* _What is being asked_:
Each line in the data holding "BathTermSchema" should be listed.

(Records from a data source)
——————————

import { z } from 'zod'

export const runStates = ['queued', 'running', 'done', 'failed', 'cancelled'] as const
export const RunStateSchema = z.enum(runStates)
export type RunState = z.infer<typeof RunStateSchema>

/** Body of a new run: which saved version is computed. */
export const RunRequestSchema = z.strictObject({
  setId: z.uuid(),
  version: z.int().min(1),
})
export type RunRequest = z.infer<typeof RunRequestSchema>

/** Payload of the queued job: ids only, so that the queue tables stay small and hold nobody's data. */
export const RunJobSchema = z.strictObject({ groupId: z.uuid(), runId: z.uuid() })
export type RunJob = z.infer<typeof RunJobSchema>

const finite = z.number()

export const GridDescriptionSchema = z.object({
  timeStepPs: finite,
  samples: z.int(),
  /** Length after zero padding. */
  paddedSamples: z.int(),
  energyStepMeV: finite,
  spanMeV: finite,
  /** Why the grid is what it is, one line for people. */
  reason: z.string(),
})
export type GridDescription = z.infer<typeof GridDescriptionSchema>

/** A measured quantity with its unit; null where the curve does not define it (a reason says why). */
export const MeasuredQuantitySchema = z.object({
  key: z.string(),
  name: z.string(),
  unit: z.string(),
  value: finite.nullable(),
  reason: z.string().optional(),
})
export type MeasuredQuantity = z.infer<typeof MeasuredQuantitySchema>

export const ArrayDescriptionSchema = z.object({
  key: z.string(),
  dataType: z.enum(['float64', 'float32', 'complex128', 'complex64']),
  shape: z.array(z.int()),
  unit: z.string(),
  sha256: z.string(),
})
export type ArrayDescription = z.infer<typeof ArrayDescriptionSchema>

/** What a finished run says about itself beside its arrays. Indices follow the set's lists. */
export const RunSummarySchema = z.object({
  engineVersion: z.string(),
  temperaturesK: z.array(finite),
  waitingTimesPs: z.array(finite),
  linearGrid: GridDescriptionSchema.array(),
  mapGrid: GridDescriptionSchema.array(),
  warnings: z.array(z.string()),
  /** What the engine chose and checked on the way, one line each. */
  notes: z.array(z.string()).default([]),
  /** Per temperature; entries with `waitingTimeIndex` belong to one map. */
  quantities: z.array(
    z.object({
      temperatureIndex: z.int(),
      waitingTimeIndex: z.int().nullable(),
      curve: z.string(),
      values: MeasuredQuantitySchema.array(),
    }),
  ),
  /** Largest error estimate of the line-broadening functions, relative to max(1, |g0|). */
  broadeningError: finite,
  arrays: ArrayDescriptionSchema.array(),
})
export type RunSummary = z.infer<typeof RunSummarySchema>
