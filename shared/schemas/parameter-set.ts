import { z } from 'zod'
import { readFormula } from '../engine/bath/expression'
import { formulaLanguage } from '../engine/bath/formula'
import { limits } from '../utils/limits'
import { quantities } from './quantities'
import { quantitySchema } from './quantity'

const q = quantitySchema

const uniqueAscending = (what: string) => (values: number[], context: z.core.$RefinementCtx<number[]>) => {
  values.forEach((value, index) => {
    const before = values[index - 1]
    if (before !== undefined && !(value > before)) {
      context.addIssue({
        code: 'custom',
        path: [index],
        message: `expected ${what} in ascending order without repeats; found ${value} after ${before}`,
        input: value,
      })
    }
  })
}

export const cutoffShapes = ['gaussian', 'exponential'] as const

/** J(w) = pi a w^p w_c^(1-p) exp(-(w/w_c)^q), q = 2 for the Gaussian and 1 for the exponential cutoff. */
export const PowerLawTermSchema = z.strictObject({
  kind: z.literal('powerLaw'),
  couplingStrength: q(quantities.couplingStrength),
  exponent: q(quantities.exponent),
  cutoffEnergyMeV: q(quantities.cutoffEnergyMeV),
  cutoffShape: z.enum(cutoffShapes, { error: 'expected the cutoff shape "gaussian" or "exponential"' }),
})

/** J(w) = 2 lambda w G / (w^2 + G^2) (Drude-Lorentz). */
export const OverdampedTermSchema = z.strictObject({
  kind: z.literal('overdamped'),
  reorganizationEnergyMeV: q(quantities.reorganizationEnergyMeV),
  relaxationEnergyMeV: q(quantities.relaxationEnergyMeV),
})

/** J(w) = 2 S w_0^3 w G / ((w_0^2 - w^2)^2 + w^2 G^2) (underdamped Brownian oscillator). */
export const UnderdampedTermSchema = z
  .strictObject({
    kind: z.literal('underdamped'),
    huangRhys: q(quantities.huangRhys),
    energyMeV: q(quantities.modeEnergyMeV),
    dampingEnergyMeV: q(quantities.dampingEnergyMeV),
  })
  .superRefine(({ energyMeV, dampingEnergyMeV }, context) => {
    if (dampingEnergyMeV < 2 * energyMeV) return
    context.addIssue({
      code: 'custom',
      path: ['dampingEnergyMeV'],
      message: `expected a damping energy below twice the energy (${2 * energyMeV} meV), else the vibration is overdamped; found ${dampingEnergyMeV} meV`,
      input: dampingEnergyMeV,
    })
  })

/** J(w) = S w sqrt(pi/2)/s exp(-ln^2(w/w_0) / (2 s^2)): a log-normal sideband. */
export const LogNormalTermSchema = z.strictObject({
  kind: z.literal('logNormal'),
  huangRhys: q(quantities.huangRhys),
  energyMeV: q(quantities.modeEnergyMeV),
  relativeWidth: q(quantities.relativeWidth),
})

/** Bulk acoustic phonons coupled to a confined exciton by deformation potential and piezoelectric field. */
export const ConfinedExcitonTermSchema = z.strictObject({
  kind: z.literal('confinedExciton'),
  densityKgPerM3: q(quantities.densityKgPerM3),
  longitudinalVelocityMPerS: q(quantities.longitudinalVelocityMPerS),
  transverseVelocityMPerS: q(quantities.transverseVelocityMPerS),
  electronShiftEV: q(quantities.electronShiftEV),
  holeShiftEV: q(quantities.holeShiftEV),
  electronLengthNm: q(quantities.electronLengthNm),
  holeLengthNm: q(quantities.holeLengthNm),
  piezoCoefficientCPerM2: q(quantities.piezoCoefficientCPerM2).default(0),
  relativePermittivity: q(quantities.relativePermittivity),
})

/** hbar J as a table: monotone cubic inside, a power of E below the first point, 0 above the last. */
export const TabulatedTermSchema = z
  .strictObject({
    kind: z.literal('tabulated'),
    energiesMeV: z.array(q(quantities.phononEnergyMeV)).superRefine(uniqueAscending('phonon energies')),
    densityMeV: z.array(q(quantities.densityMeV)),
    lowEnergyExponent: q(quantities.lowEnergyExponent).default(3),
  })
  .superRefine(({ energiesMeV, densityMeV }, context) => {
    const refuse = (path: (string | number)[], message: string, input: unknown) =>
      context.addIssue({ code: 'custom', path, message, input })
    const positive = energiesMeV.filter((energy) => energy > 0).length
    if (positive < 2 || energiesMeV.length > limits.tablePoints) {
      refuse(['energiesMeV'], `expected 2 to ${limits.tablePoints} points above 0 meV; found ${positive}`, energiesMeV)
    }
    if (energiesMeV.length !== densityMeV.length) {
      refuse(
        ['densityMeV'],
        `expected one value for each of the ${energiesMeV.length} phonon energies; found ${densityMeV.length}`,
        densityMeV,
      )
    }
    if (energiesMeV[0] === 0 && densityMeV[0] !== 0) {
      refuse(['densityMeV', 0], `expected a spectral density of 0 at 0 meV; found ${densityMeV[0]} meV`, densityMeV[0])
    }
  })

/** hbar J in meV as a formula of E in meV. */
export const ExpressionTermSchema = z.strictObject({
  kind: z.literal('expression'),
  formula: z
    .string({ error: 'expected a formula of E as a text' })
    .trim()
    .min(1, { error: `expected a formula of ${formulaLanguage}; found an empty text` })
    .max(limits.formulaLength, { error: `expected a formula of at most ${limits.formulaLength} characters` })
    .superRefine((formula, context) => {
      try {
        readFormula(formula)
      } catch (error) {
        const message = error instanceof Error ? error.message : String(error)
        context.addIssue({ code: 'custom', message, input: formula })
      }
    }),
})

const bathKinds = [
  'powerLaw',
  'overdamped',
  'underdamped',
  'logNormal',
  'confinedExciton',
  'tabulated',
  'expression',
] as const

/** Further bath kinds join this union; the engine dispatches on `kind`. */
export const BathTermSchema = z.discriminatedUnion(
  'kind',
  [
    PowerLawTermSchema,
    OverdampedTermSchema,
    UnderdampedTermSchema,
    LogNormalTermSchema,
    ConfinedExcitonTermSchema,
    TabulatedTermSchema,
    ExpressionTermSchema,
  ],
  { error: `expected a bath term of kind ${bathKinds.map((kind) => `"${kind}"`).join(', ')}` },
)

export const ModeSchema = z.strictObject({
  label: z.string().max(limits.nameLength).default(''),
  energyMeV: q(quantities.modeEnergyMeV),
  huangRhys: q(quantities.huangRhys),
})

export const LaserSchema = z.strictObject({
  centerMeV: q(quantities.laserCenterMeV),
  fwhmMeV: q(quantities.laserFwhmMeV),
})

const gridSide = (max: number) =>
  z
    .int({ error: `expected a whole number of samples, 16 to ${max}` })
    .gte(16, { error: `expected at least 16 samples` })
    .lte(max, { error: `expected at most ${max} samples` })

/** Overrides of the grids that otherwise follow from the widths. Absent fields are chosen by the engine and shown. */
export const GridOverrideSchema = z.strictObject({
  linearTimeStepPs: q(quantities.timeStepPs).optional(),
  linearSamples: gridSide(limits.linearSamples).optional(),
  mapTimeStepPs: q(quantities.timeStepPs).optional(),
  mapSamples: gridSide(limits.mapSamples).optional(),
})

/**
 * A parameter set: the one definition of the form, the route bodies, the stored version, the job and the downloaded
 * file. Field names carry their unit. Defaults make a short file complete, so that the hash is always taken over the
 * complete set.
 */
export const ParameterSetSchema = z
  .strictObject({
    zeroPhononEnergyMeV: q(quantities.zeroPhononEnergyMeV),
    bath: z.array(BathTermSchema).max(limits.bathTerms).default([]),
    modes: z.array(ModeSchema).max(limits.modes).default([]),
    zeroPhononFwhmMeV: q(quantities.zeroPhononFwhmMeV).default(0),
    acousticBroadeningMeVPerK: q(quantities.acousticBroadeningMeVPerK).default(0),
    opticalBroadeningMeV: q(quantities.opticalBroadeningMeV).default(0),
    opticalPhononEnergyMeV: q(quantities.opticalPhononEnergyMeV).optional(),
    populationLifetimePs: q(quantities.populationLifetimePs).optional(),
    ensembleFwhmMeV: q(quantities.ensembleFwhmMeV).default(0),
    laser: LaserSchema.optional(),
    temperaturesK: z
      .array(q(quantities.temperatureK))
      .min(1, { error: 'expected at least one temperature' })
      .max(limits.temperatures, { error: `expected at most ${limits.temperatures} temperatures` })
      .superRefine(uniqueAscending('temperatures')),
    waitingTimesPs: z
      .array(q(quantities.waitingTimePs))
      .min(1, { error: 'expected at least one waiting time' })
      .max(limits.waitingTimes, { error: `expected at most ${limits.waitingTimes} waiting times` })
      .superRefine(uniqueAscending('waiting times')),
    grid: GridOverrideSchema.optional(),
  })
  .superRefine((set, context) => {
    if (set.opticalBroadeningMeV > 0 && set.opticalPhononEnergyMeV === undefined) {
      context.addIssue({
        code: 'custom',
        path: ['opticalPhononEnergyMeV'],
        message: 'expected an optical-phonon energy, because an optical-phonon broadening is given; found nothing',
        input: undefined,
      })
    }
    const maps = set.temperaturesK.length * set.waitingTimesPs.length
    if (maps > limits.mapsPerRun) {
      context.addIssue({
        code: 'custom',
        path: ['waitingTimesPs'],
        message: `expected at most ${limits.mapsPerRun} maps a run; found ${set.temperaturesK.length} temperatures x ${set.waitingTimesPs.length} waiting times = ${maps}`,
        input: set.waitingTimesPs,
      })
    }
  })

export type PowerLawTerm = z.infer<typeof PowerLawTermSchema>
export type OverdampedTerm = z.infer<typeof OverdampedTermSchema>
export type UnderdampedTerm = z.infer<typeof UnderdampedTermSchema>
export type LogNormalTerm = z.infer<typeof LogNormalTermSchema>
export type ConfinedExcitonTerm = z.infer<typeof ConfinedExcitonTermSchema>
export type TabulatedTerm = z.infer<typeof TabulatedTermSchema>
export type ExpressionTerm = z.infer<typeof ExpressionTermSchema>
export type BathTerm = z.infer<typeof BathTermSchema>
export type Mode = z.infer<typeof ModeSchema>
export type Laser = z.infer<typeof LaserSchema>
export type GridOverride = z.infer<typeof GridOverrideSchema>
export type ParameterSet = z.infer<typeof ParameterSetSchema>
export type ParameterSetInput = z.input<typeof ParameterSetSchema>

——————————

* _Written solution_:
export const BathTermSchema = z.discriminatedUnion(
    bath: z.array(BathTermSchema).max(limits.bathTerms).default([]),
export type BathTerm = z.infer<typeof BathTermSchema>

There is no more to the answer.